LikeWhoUsesTypewritersAnyway · 24/02/2026 21:26

RunMeOver · 23/02/2026 00:29

Why the fuck do they have to justify to you what they have in common, or be judged "grim"? People socialise with who they want to socialise with, for whatever reasons of their own they may or may not be able to articulate.

I honestly don't get why some people on this forum are so obsessed by this issue, and seem to think they have a seat on some solemn Relationship Approval Panel that consenting adults have to apply to before they're allowed to fraternise together. Is it because if they can't show what they have in common, it might mean the relationship is mainly motivated by SEX? Which is of course an absolutely evil reason to have a relationship.

Even one that lasts for 30 years.

'Solemn Relationship Approval Panel.' 😆

I feel like my mother would have been on something like this, along with a couple of my aunts, and several neighbours.

SouthernNights59 · 24/02/2026 21:37

ApplesinmyPocket · 23/02/2026 22:17

" I have an 18 year old and the thought of her being with a 30 odd year old, it would just be wrong. She's barely out of childhood."

You must live in quite privileged circumstances. My mother was widowed in her 40s, and when I was 15 it was made clear to me I had to contribute to the family income, so I had to get two weekend jobs. I was at grammar school at the time so it wasn't easy, but we were happy enough.

I certainly can't think of 18 year olds as 'just out of childhood'. MN is loony on this issue.

Agree.
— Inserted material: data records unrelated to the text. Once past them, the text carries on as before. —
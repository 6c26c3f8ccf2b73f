import fc from 'fast-check';
import { expect, it } from 'vitest';
import { JsonBytes } from './json-bytes.ts';

function numberIn(text: string, room = 1): number {
	const json = new JsonBytes(64);
	const bytes = new TextEncoder().encode(text);
	const memory = new Uint8Array(bytes.length + room);
	memory.set(bytes);
	json.hold(memory, bytes.length);
	json.last = true;
	return json.number();
}

const digits = (minLength: number, maxLength: number) =>
	fc.string({ unit: fc.constantFrom(...'0123456789'), minLength, maxLength });

// The language itself is the reference: `Number` rounds a decimal to the nearest double (ECMA-262, 7.1.4.1.1).
it('reads any decimal as the nearest double', () =>
	fc.assert(
		fc.property(
			fc.constantFrom('', '-'),
			digits(1, 20),
			fc.option(digits(1, 30)),
			fc.option(fc.integer({ min: -30, max: 30 })),
			fc.constantFrom(',', ']', ' '),
			(sign, whole, fraction, exponent, after) => {
				const point = fraction === null ? '' : `.${fraction}`;
				const text = sign + whole + point + (exponent === null ? '' : `e${exponent}`);
				expect(numberIn(text + after)).toBe(Number(text));
				expect(numberIn(text + after, 0)).toBe(Number(text));
			},
		),
		{ numRuns: 3000 },
	));

it('refuses what is no number', () => {
	for (const text of ['-,', '1.,', '.5,', 'NaN,', 'x]', '1e999,', '"1",']) {
		expect(() => numberIn(text), text).toThrow();
	}
});
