import type { TerritoryGround } from './problem-of-draft.ts';
import type { TerritoryDraft, Wishes } from './territory-draft.ts';

/** Why a rebalance cannot be asked for as it is wished. */
export interface WishFault {
	code: 'no-territory' | 'nothing-wished' | 'unknown-measure' | 'unusable-cost';
	message: string;
	/** regions by number, for a cost that is missing or below 0 */
	regions: number[];
}

/** Everything that keeps wishes from being put to the engine; empty when they can be. */
export function wishFaults(
	ground: TerritoryGround,
	draft: Pick<TerritoryDraft, 'territories'>,
	wishes: Wishes,
): WishFault[] {
	return [
		...nobodyStays(draft),
		...nothingWished(wishes),
		...unknownMeasures(ground, wishes),
		...unusableCost(ground, wishes),
	];
}

const nobodyStays = ({ territories }: Pick<TerritoryDraft, 'territories'>): WishFault[] =>
	territories.some(({ closing }) => !closing)
		? []
		: [fault('no-territory', 'There is no territory that stays. Add one first.')];

const nothingWished = ({ goal, tolerances }: Wishes): WishFault[] =>
	goal === 'least-deviation' && Object.keys(tolerances).length === 0
		? [fault('nothing-wished', 'For the least deviation, set a tolerance for a measure.')]
		: [];

function unknownMeasures({ measures }: TerritoryGround, wishes: Wishes): WishFault[] {
	const named = [...Object.keys(wishes.tolerances), wishes.cost].filter((id) => id !== 'units');
	const unknown = named.filter((id) => !measures.some((column) => column.id === id));
	if (unknown.length === 0) return [];
	const message =
		'A measure that was chosen is not joined to this boundary set any more. Choose again.';
	return [fault('unknown-measure', message)];
}

function unusableCost({ measures }: TerritoryGround, { cost }: Wishes): WishFault[] {
	const column = measures.find(({ id }) => id === cost);
	if (!column) return [];
	const regions = column.values.flatMap((value, region) =>
		value !== null && value >= 0 && value < Infinity ? [] : [region],
	);
	if (regions.length === 0) return [];
	const count = regions.length === 1 ? 'One region has' : `${regions.length} regions have`;
	const message = `${count} no figure of 0 or more for ${column.name}, so moves cannot be counted by it.`;
	return [{ code: 'unusable-cost', message, regions }];
}

const fault = (code: WishFault['code'], message: string): WishFault => ({
	...{ code, message },
	regions: [],
});
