import { sourceOf } from '../byte-source.ts';
import type { BoundaryOptions, ByteSource, Limits, Watch } from '../options.ts';
import { RawLayer } from '../raw-layer.ts';
import { Refusal } from '../refusal.ts';
import { dbfRows, openDbf } from './dbf.ts';
import { readGeoJson } from './geojson.ts';
import { isPolygonShp } from './shp-check.ts';
import { readShp } from './shp.ts';
import { textEncoding } from './text-encoding.ts';
import { wholeFile } from './whole.ts';
import { ZipArchive } from './zip.ts';
import type { ZipEntry } from './zip-directory.ts';

type Options = BoundaryOptions & { limits: Limits };

/** A zip with one shapefile, or with several and the layer named; or with a single GeoJSON file. */
export async function readZip(
	source: ByteSource,
	options: Options,
	watch: Watch,
): Promise<RawLayer> {
	const archive = new ZipArchive(
		await wholeFile(source, options.limits.wholeBytes),
		options.limits,
	);
	const shapes = archive.entries.filter((entry) => /\.shp$/i.test(entry.name));
	if (shapes.length === 0) {
		const json = archive.entries.filter((entry) => /\.(geo)?json$/i.test(entry.name));
		if (json.length !== 1) throw noShapefile(archive);
		return readGeoJson(sourceOf(json[0].name, archive.unpack(json[0])), options.limits, watch);
	}
	const chosen = chooseLayer(archive, shapes, options.layer);
	watch.progress?.(`Unpacking ${chosen.name}`, 0.1);
	return readShapefile(archive, chosen, options.limits);
}

function chooseLayer(archive: ZipArchive, shapes: ZipEntry[], layer?: string): ZipEntry {
	const names = shapes.map(layerName);
	if (layer !== undefined) {
		const chosen = shapes.find((entry) => layerName(entry) === layer || entry.name === layer);
		if (chosen) return chosen;
		throw layerNeeded(`There is no layer "${layer}".`, names);
	}
	if (shapes.length === 1) return shapes[0];
	const areas = shapes.filter((entry) => isPolygonShp(archive.head(entry, 100)));
	if (areas.length === 1) return areas[0];
	throw layerNeeded(
		'The archive holds several layers.',
		(areas.length ? areas : shapes).map(layerName),
	);
}

async function readShapefile(
	archive: ZipArchive,
	shp: ZipEntry,
	limits: Limits,
): Promise<RawLayer> {
	const beside = (ending: string) => archive.find(shp.name.replace(/\.shp$/i, ending));
	const text = (ending: string) => {
		const entry = beside(ending);
		return entry ? new TextDecoder().decode(archive.unpack(entry)).trim() : null;
	};
	const bytes = archive.unpack(shp);
	const layer = new RawLayer(limits, Math.ceil(bytes.length / 16));
	layer.format = 'Shapefile';
	layer.layer = layerName(shp);
	layer.crs = text('.prj');
	await readShp(bytes, layer);
	const dbf = beside('.dbf');
	if (dbf) await readTable(archive.unpack(dbf), text('.cpg'), layer);
	else for (let i = 0; i < layer.regions; i++) layer.table.add(null, null);
	return layer;
}

async function readTable(bytes: Uint8Array, cpg: string | null, layer: RawLayer): Promise<void> {
	const table = openDbf(bytes);
	if (table.records !== layer.regions) {
		const message = `The .shp file has ${layer.regions} records but the .dbf file has ${table.records}.`;
		throw new Refusal('file-truncated', message);
	}
	const { encoding, findings } = textEncoding(cpg, table.languageByte, table.texts);
	layer.encoding = encoding === 'utf-8' ? 'UTF-8' : encoding;
	layer.findings.push(...findings);
	for await (const row of dbfRows(table, encoding)) layer.table.add(null, row);
}

const layerName = (entry: ZipEntry) => entry.name.replace(/^.*\//, '').replace(/\.shp$/i, '');

export function layerNeeded(said: string, names: string[]): Refusal {
	return new Refusal('layer-needed', `${said} Choose one of: ${names.join(', ')}.`);
}

function noShapefile(archive: ZipArchive): Refusal {
	const names = archive.entries.slice(0, 5).map((entry) => entry.name);
	const message = `The archive holds no shapefile (.shp) but: ${names.join(', ') || 'nothing'}.`;
	return new Refusal('unsupported-format', message);
}
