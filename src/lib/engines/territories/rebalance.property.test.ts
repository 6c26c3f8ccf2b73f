import fc from 'fast-check';
import { describe, expect, it } from 'vitest';
import { gridGraph, grownTerritories, logNormal } from '../../../../tests/support/territories.ts';
import { randomFrom } from '../solver/random.ts';
import { checkPlan } from './check-plan.ts';
import { checkWitness } from './check-witness.ts';
import type { RebalanceResult, Territory, TerritoryProblem } from './problem.ts';
import { rebalance } from './rebalance.ts';

const cases = fc.record({
	side: fc.integer({ min: 4, max: 9 }),
	count: fc.integer({ min: 2, max: 7 }),
	seed: fc.integer({ min: 0, max: 1e6 }),
	tolerance: fc.constantFrom(0.1, 0.2, 0.4),
	measures: fc.integer({ min: 1, max: 2 }),
	reach: fc.constantFrom(null, 1, 2),
	goal: fc.constantFrom('fewest-moves' as const, 'least-deviation' as const),
	rules: fc.boolean(),
});
type Case = typeof cases extends fc.Arbitrary<infer T> ? T : never;

/** A random land with, where `rules` says so, every kind of rule and of trouble in it. */
function problemOf({ side, count, seed, tolerance, measures, reach, goal, rules }: Case) {
	const random = randomFrom(seed);
	const graph = gridGraph(side);
	const draw = () => Math.floor(random() * graph.count);
	const { today, bases } = grownTerritories(
		graph,
		new Float64Array(graph.count).fill(1),
		count,
		seed,
	);
	const territories: Territory[] = bases.map((base) => ({
		base: random() < 0.7 ? base : -1,
		capacity: random() < 0.8 ? 1 : 0.5,
		frozen: rules && random() < 0.1,
		closing: false,
	}));
	const problem: TerritoryProblem = {
		graph,
		measures: Array.from({ length: measures }, (_, m) => ({
			name: `measure ${m}`,
			values: logNormal(graph.count, 0.4, seed + m),
			tolerance,
		})),
		today,
		territories,
		reach,
		goal,
		seed,
		effort: 'quick',
	};
	if (!rules) return problem;
	if (count > 3) territories[1] = { base: -1, capacity: 1, frozen: false, closing: true };
	const locks = new Int32Array(graph.count).fill(-1);
	for (let i = 0; i < 3; i++) {
		const unit = draw();
		if (today[unit] >= 0 && !territories[today[unit]].closing) locks[unit] = today[unit];
	}
	for (let i = 0; i < 3; i++) today[draw()] = random() < 0.5 ? -1 : Math.floor(random() * count);
	const pair = () => {
		const unit = Math.floor(random() * (graph.count - 1));
		return [unit, (unit + 1) % side === 0 ? unit + side : unit + 1] as const;
	};
	const inside = ([a, b]: readonly [number, number]) => a < graph.count && b < graph.count;
	return {
		...problem,
		locks,
		together: [pair(), pair()].filter(inside),
		apart: [pair()].filter(inside),
		cost: Float64Array.from({ length: graph.count }, () => Math.ceil(random() * 5)),
	};
}

/** Everything wrong with an answer, by the checkers, which share no code with the search. */
function faultsOf(problem: TerritoryProblem, result: RebalanceResult): string[] {
	if (result.status === 'proposed') return checkPlan(problem, result);
	if (result.status === 'impossible') return checkWitness(problem, result);
	if (!result.message) return ['no word on why it is undecided'];
	return result.best ? checkPlan(problem, result.best, { tolerances: false }) : [];
}

describe('rebalance', () => {
	it('answers what its checkers accept, whatever the rules', async () => {
		const tally: Record<string, number> = {};
		await fc.assert(
			fc.asyncProperty(cases, async (c) => {
				const problem = problemOf(c);
				const result = await rebalance(problem);
				tally[result.status] = (tally[result.status] ?? 0) + 1;
				expect(faultsOf(problem, result)).toEqual([]);
			}),
			{ numRuns: 60, seed: 11 },
		);
		expect(tally.proposed).toBeGreaterThan(15);
	});

	it('answers the same for the same seed', async () => {
		await fc.assert(
			fc.asyncProperty(cases, async (c) => {
				expect(await rebalance(problemOf(c))).toEqual(await rebalance(problemOf(c)));
			}),
			{ numRuns: 8, seed: 5 },
		);
	});
});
I started full time work just after my 16th birthday, my friend had her first child the same month she turned 18, my DF started his working life at 14. Somehow we have all turned out as well rounded people. not a MH issue between the lot of us. "Barely out of childhood" is just nonsense.

Bedlingtonwarrior · 24/02/2026 23:59

Together after 30 years!!!!
You get less sentence for murder
Congratulatins to them for a successful loving relationship.
And keep your comments to yourself
.
For context I met MY wife when she was 21 and I was 32 and we have been married unbelievable happy for 40 years and have 2 wonderful adult children

Andouillette · 25/02/2026 00:26

My takeaway from this thread? What an extraordinary thing for OP to get all catbum-faced about. I hope the couple concerned are very happy.

callmeLoretta1 · 25/02/2026 04:28

Imdunfer · 24/02/2026 18:35

It was satire?

I was poking fun at MN outrage every time large age gaps are mentioned.